Why companies need to prove they are customer-first


RegTech firm Aveni has claimed financial services firms need to act now to prove they really put the customer first, following a recent survey by the company.

The company said that if companies are unable to prove this, they may risk non-compliance with Consumer Duty regulation.

The survey found that 1 in 4 CROs estimate that their compliance costs will climb by over 50% and 2 in 3 estimated it will increase by up to 50% as a result of Consumer Duty legislation.

Aveni said, “The emphasis on consumer outcomes as a significant business metric is very apparent.
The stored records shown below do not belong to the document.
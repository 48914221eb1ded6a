import { eq } from 'drizzle-orm';
import { db } from '@/db';
import { users, type User } from '@/db/schema';
import { hashPassword } from '@/lib/auth/password';
import { TestClient } from './http';

export const TEST_PASSWORD = 'grist-and-sparge-test';
let counter = 0;
let cachedHash: Promise<string> | undefined;

export function uniqueEmail(prefix = 'brewer'): string {
  counter += 1;
  return `${prefix}-${process.pid}-${Date.now().toString(36)}-${counter}@kettlefork.test`;
}

/** Inserts a member straight into the test database (the password is TEST_PASSWORD). */
export async function createUser(
  opts: { role?: User['role']; name?: string; suspended?: boolean } = {},
): Promise<User> {
  cachedHash ??= hashPassword(TEST_PASSWORD);
  const email = uniqueEmail(opts.role ?? 'member');
  const [user] = await db
    .insert(users)
    .values({
      email,
      name: opts.name ?? `Test ${opts.role ?? 'member'} ${counter}`,
      handle: email.split('@')[0],
      role: opts.role ?? 'member',
      passwordHash: await cachedHash,
      suspendedAt: opts.suspended ? new Date() : null,
    })
    .returning();
  return user;
}

/** A member of the given role, already signed in through the real sign-in route. */
export async function signedInClient(role: User['role'] = 'member'): Promise<{ user: User; client: TestClient }> {
  const user = await createUser({ role });
  const client = new TestClient();
  const ok = await client.signIn(user.email, TEST_PASSWORD);
  if (!ok) throw new Error(`could not sign in test ${role}`);
  return { user, client };
}

export async function reloadUser(id: string): Promise<User> {
  const [user] = await db.select().from(users).where(eq(users.id, id));
  return user;
}
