/** A fixed-size set of document slots, so AND/OR/NOT over filter results are word operations. */
export class Bitset {
  readonly words: Uint32Array;

  constructor(readonly size: number) {
    this.words = new Uint32Array(Math.ceil(size / 32));
  }

  static full(size: number): Bitset {
    const set = new Bitset(size);
    set.words.fill(0xffffffff);
    set.clearTail();
    return set;
  }

  static fromIterable(size: number, slots: Iterable<number>): Bitset {
    const set = new Bitset(size);
    for (const slot of slots) set.add(slot);
    return set;
  }

  add(slot: number): void {
    this.words[slot >>> 5] |= 1 << (slot & 31);
  }

  has(slot: number): boolean {
    return (this.words[slot >>> 5] & (1 << (slot & 31))) !== 0;
  }

  and(other: Bitset): Bitset {
    for (let i = 0; i < this.words.length; i++) this.words[i] &= other.words[i];
    return this;
  }

  or(other: Bitset): Bitset {
    for (let i = 0; i < this.words.length; i++) this.words[i] |= other.words[i];
    return this;
  }

  not(): Bitset {
    for (let i = 0; i < this.words.length; i++) this.words[i] = ~this.words[i];
    this.clearTail();
    return this;
  }

  count(): number {
    let total = 0;
    for (let i = 0; i < this.words.length; i++) total += popcount(this.words[i]);
    return total;
  }

  /** Calls `visit` for each member in ascending order. */
  forEach(visit: (slot: number) => void): void {
    for (let i = 0; i < this.words.length; i++) {
      let word = this.words[i];
      while (word !== 0) {
        const low = word & -word;
        visit((i << 5) + (31 - Math.clz32(low)));
        word ^= low;
      }
    }
  }

  private clearTail(): void {
    const extra = this.words.length * 32 - this.size;
    if (extra > 0) this.words[this.words.length - 1] &= 0xffffffff >>> extra;
  }
}

function popcount(word: number): number {
  let v = word - ((word >>> 1) & 0x55555555);
  v = (v & 0x33333333) + ((v >>> 2) & 0x33333333);
  return Math.imul((v + (v >>> 4)) & 0x0f0f0f0f, 0x01010101) >>> 24;
}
Therefore it is an issue that must be taken more seriously at Board and executive level than it currently is.”

Aveni has established an AI based platform which analyses all customer interactions and mitigates against a range of risks from conduct and complaints to customer vulnerability.

This elevated level of risk insight, Aveni claims, will become essential in meeting data-intensive demands of Consumer Duty. The AI-enabled technology gives businesses an improved level of understanding of their customers and outcomes and puts data-driven technology at the heart of their operating model.
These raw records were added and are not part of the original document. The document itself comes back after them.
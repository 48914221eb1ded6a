/**
 * Parser for the search engine's filter expression language.
 *
 * Grammar (NOT binds tighter than AND, AND tighter than OR):
 *   expression := or
 *   or         := and ("OR" and)*
 *   and        := not ("AND" not)*
 *   not        := "NOT" not | "(" expression ")" | condition
 *   condition  := attribute ( comparison value | value "TO" value | "EXISTS" | "NOT" "EXISTS"
 *                 | "IN" list | "NOT" "IN" list | "IS" ["NOT"] ("NULL" | "EMPTY") )
 *   list       := "[" [value ("," value)*] "]"
 * Attributes and values are bare words or quoted strings ('…' or "…", backslash escapes).
 * Keywords are upper case, as the engine documents them.
 */

export type Comparison = '=' | '!=' | '>' | '>=' | '<' | '<=';

export type FilterNode =
  | { kind: 'and'; children: FilterNode[] }
  | { kind: 'or'; children: FilterNode[] }
  | { kind: 'not'; child: FilterNode }
  | { kind: 'compare'; attribute: string; op: Comparison; value: string }
  | { kind: 'range'; attribute: string; from: string; to: string }
  | { kind: 'in'; attribute: string; values: string[] }
  | { kind: 'exists'; attribute: string }
  | { kind: 'isNull'; attribute: string }
  | { kind: 'isEmpty'; attribute: string };

/** What the HTTP layer accepts as `filter`: a string, or an array meaning AND of elements (nested array = OR). */
export type FilterInput = string | Array<string | string[]>;

export class FilterSyntaxError extends Error {
  constructor(
    message: string,
    readonly source: string,
    readonly position: number,
  ) {
    super(`${message}\n${position + 1}:${source.length + 1} ${source}`);
    this.name = 'FilterSyntaxError';
  }
}

type Token =
  | { type: 'word'; text: string; quoted: boolean; start: number }
  | { type: 'op'; text: Comparison; start: number }
  | { type: 'punct'; text: '(' | ')' | '[' | ']' | ','; start: number }
  | { type: 'end'; start: number };

const PUNCTUATION = new Set(['(', ')', '[', ']', ',']);
const WORD_STOP = /[\s()[\],=!<>'"]/;

function readQuoted(source: string, start: number): { text: string; end: number } {
  const quote = source[start];
  let text = '';
  for (let i = start + 1; i < source.length; i++) {
    const ch = source[i];
    if (ch === '\\' && i + 1 < source.length) {
      text += source[i + 1];
      i++;
    } else if (ch === quote) {
      return { text, end: i + 1 };
    } else {
      text += ch;
    }
  }
  throw new FilterSyntaxError(`Expression \`${source.slice(start)}\` is missing the closing quote`, source, start);
}

function readOperator(source: string, i: number): Comparison | null {
  const two = source.slice(i, i + 2);
  if (two === '!=' || two === '>=' || two === '<=') return two;
  const one = source[i];
  if (one === '=' || one === '>' || one === '<') return one;
  return null;
}

export function tokenize(source: string): Token[] {
  const tokens: Token[] = [];
  let i = 0;
  while (i < source.length) {
    const ch = source[i];
    if (/\s/.test(ch)) {
      i++;
    } else if (PUNCTUATION.has(ch)) {
      tokens.push({ type: 'punct', text: ch as '(' | ')' | '[' | ']' | ',', start: i });
      i++;
    } else if (ch === '"' || ch === "'") {
      const { text, end } = readQuoted(source, i);
      tokens.push({ type: 'word', text, quoted: true, start: i });
      i = end;
    } else {
      const op = readOperator(source, i);
      if (op) {
        tokens.push({ type: 'op', text: op, start: i });
        i += op.length;
      } else if (ch === '!') {
        throw new FilterSyntaxError(`Unexpected character \`!\` at \`${source.slice(i)}\``, source, i);
      } else {
        let end = i;
        while (end < source.length && !WORD_STOP.test(source[end])) end++;
        tokens.push({ type: 'word', text: source.slice(i, end), quoted: false, start: i });
        i = end;
      }
    }
  }
  tokens.push({ type: 'end', start: source.length });
  return tokens;
}

const EXPECTED_OPERATION =
  'Was expecting an operation `=`, `!=`, `>=`, `>`, `<=`, `<`, `IN`, `NOT IN`, `TO`, `EXISTS`, `NOT EXISTS`, `IS NULL`, `IS NOT NULL`, `IS EMPTY`, `IS NOT EMPTY`';
const EXPECTED_VALUE = 'Was expecting a value';

class Parser {
  private index = 0;

  constructor(
    private readonly source: string,
    private readonly tokens: Token[],
  ) {}

  parse(): FilterNode {
    const node = this.parseOr();
    const next = this.peek();
    if (next.type !== 'end') this.fail(`Found unexpected characters at the end of the filter: \`${this.rest()}\``);
    return node;
  }

  private peek(offset = 0): Token {
    return this.tokens[Math.min(this.index + offset, this.tokens.length - 1)];
  }

  private next(): Token {
    const token = this.peek();
    this.index++;
    return token;
  }

  private rest(): string {
    return this.source.slice(this.peek().start);
  }

  private fail(message: string): never {
    throw new FilterSyntaxError(message, this.source, this.peek().start);
  }

  private isKeyword(word: string, offset = 0): boolean {
    const token = this.peek(offset);
    return token.type === 'word' && !token.quoted && token.text === word;
  }

  private isPunct(text: string): boolean {
    const token = this.peek();
    return token.type === 'punct' && token.text === text;
  }

  private parseOr(): FilterNode {
    const children = [this.parseAnd()];
    while (this.isKeyword('OR')) {
      this.next();
      children.push(this.parseAnd());
    }
    return children.length === 1 ? children[0] : { kind: 'or', children };
  }

  private parseAnd(): FilterNode {
    const children = [this.parseNot()];
    while (this.isKeyword('AND')) {
      this.next();
      children.push(this.parseNot());
    }
    return children.length === 1 ? children[0] : { kind: 'and', children };
  }

  private parseNot(): FilterNode {
    if (this.isKeyword('NOT')) {
      this.next();
      return { kind: 'not', child: this.parseNot() };
    }
    if (this.isPunct('(')) {
      this.next();
      const inner = this.parseOr();
      if (!this.isPunct(')')) this.fail(`Expression \`${this.rest()}\` is missing the closing parenthesis`);
      this.next();
      return inner;
    }
    return this.parseCondition();
  }

  private parseValue(): string {
    const token = this.peek();
    if (token.type !== 'word') this.fail(`${EXPECTED_VALUE} but instead got \`${this.rest()}\``);
    this.next();
    return (token as { text: string }).text;
  }

  private parseList(): string[] {
    if (!this.isPunct('[')) this.fail(`Expected \`[\` after \`IN\` keyword at \`${this.rest()}\``);
    this.next();
    const values: string[] = [];
    while (!this.isPunct(']')) {
      values.push(this.parseValue());
      if (this.isPunct(',')) this.next();
      else if (!this.isPunct(']')) this.fail(`Expected matching \`]\` after the list at \`${this.rest()}\``);
    }
    this.next();
    return values;
  }

  private parseCondition(): FilterNode {
    const attributeToken = this.peek();
    if (attributeToken.type !== 'word' || (!attributeToken.quoted && isReserved(attributeToken.text))) {
      this.fail(`${EXPECTED_OPERATION} at \`${this.rest()}\``);
    }
    const attribute = this.parseValue();
    const token = this.peek();
    if (token.type === 'op') {
      this.next();
      return { kind: 'compare', attribute, op: token.text, value: this.parseValue() };
    }
    if (this.isKeyword('EXISTS')) {
      this.next();
      return { kind: 'exists', attribute };
    }
    if (this.isKeyword('IN')) {
      this.next();
      return { kind: 'in', attribute, values: this.parseList() };
    }
    if (this.isKeyword('NOT')) return this.parseNegatedCondition(attribute);
    if (this.isKeyword('IS')) return this.parseIsCondition(attribute);
    if (token.type === 'word' && this.isKeyword('TO', 1)) {
      const from = this.parseValue();
      this.next();
      return { kind: 'range', attribute, from, to: this.parseValue() };
    }
    return this.fail(`${EXPECTED_OPERATION} at \`${this.source.slice(attributeToken.start)}\``);
  }

  private parseNegatedCondition(attribute: string): FilterNode {
    this.next();
    if (this.isKeyword('EXISTS')) {
      this.next();
      return { kind: 'not', child: { kind: 'exists', attribute } };
    }
    if (this.isKeyword('IN')) {
      this.next();
      return { kind: 'not', child: { kind: 'in', attribute, values: this.parseList() } };
    }
    return this.fail(`${EXPECTED_OPERATION} at \`${this.rest()}\``);
  }

  private parseIsCondition(attribute: string): FilterNode {
    this.next();
    const negated = this.isKeyword('NOT');
    if (negated) this.next();
    let node: FilterNode;
    if (this.isKeyword('NULL')) node = { kind: 'isNull', attribute };
    else if (this.isKeyword('EMPTY')) node = { kind: 'isEmpty', attribute };
    else return this.fail(`Was expecting \`NULL\` or \`EMPTY\` at \`${this.rest()}\``);
    this.next();
    return negated ? { kind: 'not', child: node } : node;
  }
}

const RESERVED = new Set(['AND', 'OR', 'NOT', 'TO', 'IN', 'EXISTS', 'IS']);

function isReserved(word: string): boolean {
  return RESERVED.has(word);
}

/** Parses one filter string; an empty or blank string means "no filter" and yields null. */
export function parseFilterString(source: string): FilterNode | null {
  if (source.trim() === '') return null;
  return new Parser(source, tokenize(source)).parse();
}

function combine(kind: 'and' | 'or', nodes: FilterNode[]): FilterNode | null {
  if (nodes.length === 0) return null;
  return nodes.length === 1 ? nodes[0] : { kind, children: nodes };
}

/** Parses the string or array form; array elements are ANDed, a nested array's elements ORed. */
export function parseFilter(input: FilterInput): FilterNode | null {
  if (typeof input === 'string') return parseFilterString(input);
  const parts = input.map((element) => {
    const inner = Array.isArray(element) ? element : [element];
    const nodes = inner.map(parseFilterString).filter((node): node is FilterNode => node !== null);
    return combine('or', nodes);
  });
  return combine(
    'and',
    parts.filter((node): node is FilterNode => node !== null),
  );
}

/** Every attribute a filter tree names, so the caller can check them against the filterable list. */
export function filterAttributes(node: FilterNode): string[] {
  switch (node.kind) {
    case 'and':
    case 'or':
      return node.children.flatMap(filterAttributes);
    case 'not':
      return filterAttributes(node.child);
    default:
      return [node.attribute];
  }
}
Of the compliance and risk officers interviewed, 59% stated that customer feedback does sufficiently affect business decision making due to a lack of monitoring and analytics abilities.
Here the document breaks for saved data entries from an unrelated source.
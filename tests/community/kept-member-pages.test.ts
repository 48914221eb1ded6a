import { describe, expect, it } from 'vitest';
import { TestClient } from '../helpers/http';
import { expectKept, scriptSrc } from '../helpers/kept-pages';
import { createRecipeVia, paleAle } from '../helpers/recipes';
import { signedInClient } from '../helpers/users';
import { hideRecipeThroughReport } from './helpers';

describe('home, about and guide pages kept for every reader', () => {
  it('answers signed-out and signed-in readers with the same bytes under a hash-only policy', async () => {
    const { client: member } = await signedInClient();
    for (const path of ['/', '/about', '/guides']) {
      const first = await new TestClient().fetch(path);
      const html = await expectKept(first, path);
      const etag = first.headers.get('etag');
      for (let i = 0; i < 3; i++) {
        const again = await new TestClient().fetch(path);
        expect(again.headers.get('etag'), path).toBe(etag);
        expect(await again.text(), path).toBe(html);
      }
      // The header's sign-in state is a client island, so a member gets the very same page.
      const theirs = await member.fetch(path);
      expect(await expectKept(theirs, path), path).toBe(html);
    }
  });

  it('leaves an unknown guide to the app, which answers 404 every time', async () => {
    for (let i = 0; i < 3; i++) {
      const res = await new TestClient().fetch('/guides/no-such-guide-here');
      expect(res.status).toBe(404);
      expect(res.headers.get('cache-control')).not.toContain('public');
    }
  });
});

describe('member pages kept for signed-out readers', () => {
  it('shows a new recipe, a follower and a hidden recipe on the next request after each', async () => {
    const { user: brewer, client: owner } = await signedInClient();
    const { client: follower } = await signedInClient();
    const { client: moderator } = await signedInClient('moderator');
    const path = `/members/${brewer.handle}`;
    const anon = new TestClient();

    const before = await expectKept(await anon.fetch(path), path);
    expect(before).toContain('No public recipes yet.');

    const saved = await createRecipeVia(owner, { document: paleAle({ title: 'Member Page Kept Pale' }) });
    const withRecipe = await expectKept(await anon.fetch(path), path);
    expect(withRecipe).toContain('Member Page Kept Pale');

    expect((await follower.post('/api/follows', { type: 'member', id: brewer.id })).status).toBeLessThan(300);
    const followed = await expectKept(await anon.fetch(path), path);
    expect(followed).not.toBe(withRecipe);

    await hideRecipeThroughReport(follower, moderator, saved.recipe.id);
    const hidden = await expectKept(await anon.fetch(path), path);
    expect(hidden).not.toContain('Member Page Kept Pale');
  });

  it('renders per request for signed-in readers, and answers 404 at once when the member is suspended', async () => {
    const { user: brewer, client: owner } = await signedInClient();
    const { client: moderator } = await signedInClient('moderator');
    await createRecipeVia(owner, { document: paleAle({ title: 'Suspended Brewer Pale' }) });
    const path = `/members/${brewer.handle}`;
    await expectKept(await new TestClient().fetch(path), path);

    // The member themselves (and moderators) may see more, so theirs has a fresh nonce and is not shared.
    for (const client of [owner, moderator]) {
      const res = await client.fetch(path);
      expect(res.status).toBe(200);
      expect(scriptSrc(res.headers.get('content-security-policy') ?? '')).toMatch(/'nonce-[^']+'/);
      expect(res.headers.get('cache-control')).not.toContain('public');
    }

    const suspend = await moderator.put(`/api/users/${brewer.id}/suspension`, { suspended: true, reason: 'spam' });
    expect(suspend.status).toBe(200);
    const gone = await new TestClient().fetch(path);
    expect(gone.status).toBe(404);
    expect(await gone.text()).not.toContain('Suspended Brewer Pale');
  });
});
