/** Index settings the fake keeps, with the engine's documented defaults. */
import { badRequest } from './errors';

export interface TypoToleranceSettings {
  enabled: boolean;
  minWordSizeForTypos: { oneTypo: number; twoTypos: number };
  disableOnWords: string[];
  disableOnAttributes: string[];
}

export interface IndexSettings {
  displayedAttributes: string[];
  searchableAttributes: string[];
  filterableAttributes: string[];
  sortableAttributes: string[];
  rankingRules: string[];
  stopWords: string[];
  synonyms: Record<string, string[]>;
  distinctAttribute: string | null;
  typoTolerance: TypoToleranceSettings;
  faceting: { maxValuesPerFacet: number; sortFacetValuesBy: Record<string, 'alpha' | 'count'> };
  pagination: { maxTotalHits: number };
}

export function defaultSettings(): IndexSettings {
  return {
    displayedAttributes: ['*'],
    searchableAttributes: ['*'],
    filterableAttributes: [],
    sortableAttributes: [],
    rankingRules: ['words', 'typo', 'proximity', 'attribute', 'sort', 'exactness'],
    stopWords: [],
    synonyms: {},
    distinctAttribute: null,
    typoTolerance: {
      enabled: true,
      minWordSizeForTypos: { oneTypo: 5, twoTypos: 9 },
      disableOnWords: [],
      disableOnAttributes: [],
    },
    faceting: { maxValuesPerFacet: 100, sortFacetValuesBy: { '*': 'alpha' } },
    pagination: { maxTotalHits: 1000 },
  };
}

/** Settings routes use kebab-case sub-paths (`/settings/filterable-attributes`). */
export function settingNameFromRoute(route: string): keyof IndexSettings | null {
  const camel = route.replace(/-([a-z])/g, (_, ch: string) => ch.toUpperCase());
  return camel in defaultSettings() ? (camel as keyof IndexSettings) : null;
}

function isStringList(value: unknown): value is string[] {
  return Array.isArray(value) && value.every((item) => typeof item === 'string');
}

const LIST_SETTINGS = new Set<keyof IndexSettings>([
  'displayedAttributes',
  'searchableAttributes',
  'filterableAttributes',
  'sortableAttributes',
  'rankingRules',
  'stopWords',
]);

/** Filterable attributes may also be given in the granular `{ attributePatterns: [...] }` form. */
function filterablePatterns(value: unknown): unknown {
  if (!Array.isArray(value)) return value;
  return value.flatMap((item: unknown) => {
    if (typeof item === 'object' && item !== null && 'attributePatterns' in item) {
      return (item as { attributePatterns: unknown }).attributePatterns;
    }
    return [item];
  });
}

function snakeCase(name: string): string {
  return name.replace(/[A-Z]/g, (ch) => `_${ch.toLowerCase()}`);
}

function validateSetting(name: keyof IndexSettings, value: unknown): unknown {
  if (value === null) return defaultSettings()[name];
  const candidate = name === 'filterableAttributes' ? filterablePatterns(value) : value;
  const valid = LIST_SETTINGS.has(name)
    ? isStringList(candidate)
    : name === 'distinctAttribute'
      ? typeof candidate === 'string'
      : typeof candidate === 'object' && !Array.isArray(candidate);
  if (!valid) {
    throw badRequest(`invalid_settings_${snakeCase(name)}`, `Invalid value type at \`.${name}\``);
  }
  return candidate;
}

/** Checks a settings payload at enqueue time, as the engine does, and returns the validated patch. */
export function validateSettingsPatch(body: unknown): Partial<IndexSettings> {
  if (typeof body !== 'object' || body === null || Array.isArray(body)) {
    throw badRequest('bad_request', 'Invalid value type: expected an object');
  }
  const patch: Record<string, unknown> = {};
  for (const [key, value] of Object.entries(body)) {
    const name = settingNameFromRoute(key) === key ? (key as keyof IndexSettings) : null;
    if (name === null)
      throw badRequest(
        'bad_request',
        `Unknown field \`${key}\`: the fake accepts ${Object.keys(defaultSettings()).join(', ')}`,
      );
    patch[name] = validateSetting(name, value);
  }
  return patch as Partial<IndexSettings>;
}

/** Applies a patch; object-valued settings merge one level deep, as the engine's PATCH does. */
export function applySettingsPatch(current: IndexSettings, patch: Partial<IndexSettings>): IndexSettings {
  const next: IndexSettings = { ...current };
  for (const [key, value] of Object.entries(patch) as Array<[keyof IndexSettings, unknown]>) {
    const base = current[key];
    const merged =
      typeof base === 'object' && base !== null && !Array.isArray(base) && key !== 'synonyms'
        ? { ...base, ...(value as object) }
        : value;
    Object.assign(next, { [key]: merged });
  }
  return next;
}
Meanwhile, less than one in four CROs were confident that they can accurately identify vulnerable customers during a call, with 40% finding it difficult to monitor and analyse customer vulnerability and complaints at all.

Despite FCA warnings that complaints data is not a valid indicator of customer outcomes it continues to be a metric deployed by CROS, with 93% surveyed in ths research saying that they still use it.

Aveni found that over 83% of those surveyed believe their companies will commit resource to meet Consumer Duty, but there are still some questions about where money should be invested at a senior level.

At the top of the investment priority list for Consumer Duty compliance CROs place staff training at 89%, technology to monitor customer data at 78%, and ability to automate the quality assurance process at 70%.

Aveni said the investment in tech was considered much more imperative compared to a 41% who had a desire to hire more staff across quality assurance and customer service (41%). It was estimated that the cost of compliance would be higher investing in staff than investing in technology.

Aveni CEO Joseph Twigg said, “Consumer Duty brings it all back to the customer and the outcomes for customers will be the key metric on which all financial services businesses will be measured. Quality and Risk Assurance are no longer tick box exercises and will require a crucial role for CROs or Risk and Compliance Managers to meet the demands being placed on them.  Technology is arguably the differentiator that will enable them to do this and enhance the regulatory and risk functions. This brings a whole new level of empowerment to the risk manager role and gives them the opportunity to maximise their value and effectiveness.

“With large investments being predicted and required to meet Consumer Duty it is vital that they are able to deliver, demonstrate and prove truly positive customer outcomes. Arguably the risk manager has the potential to derive far greater business value through technology and should have the opportunity and authority to select and assess the systems being used. Without this there is a real chance for non-compliance and the seriousness of those consequences – financially and even legally – should not be under-estimated.”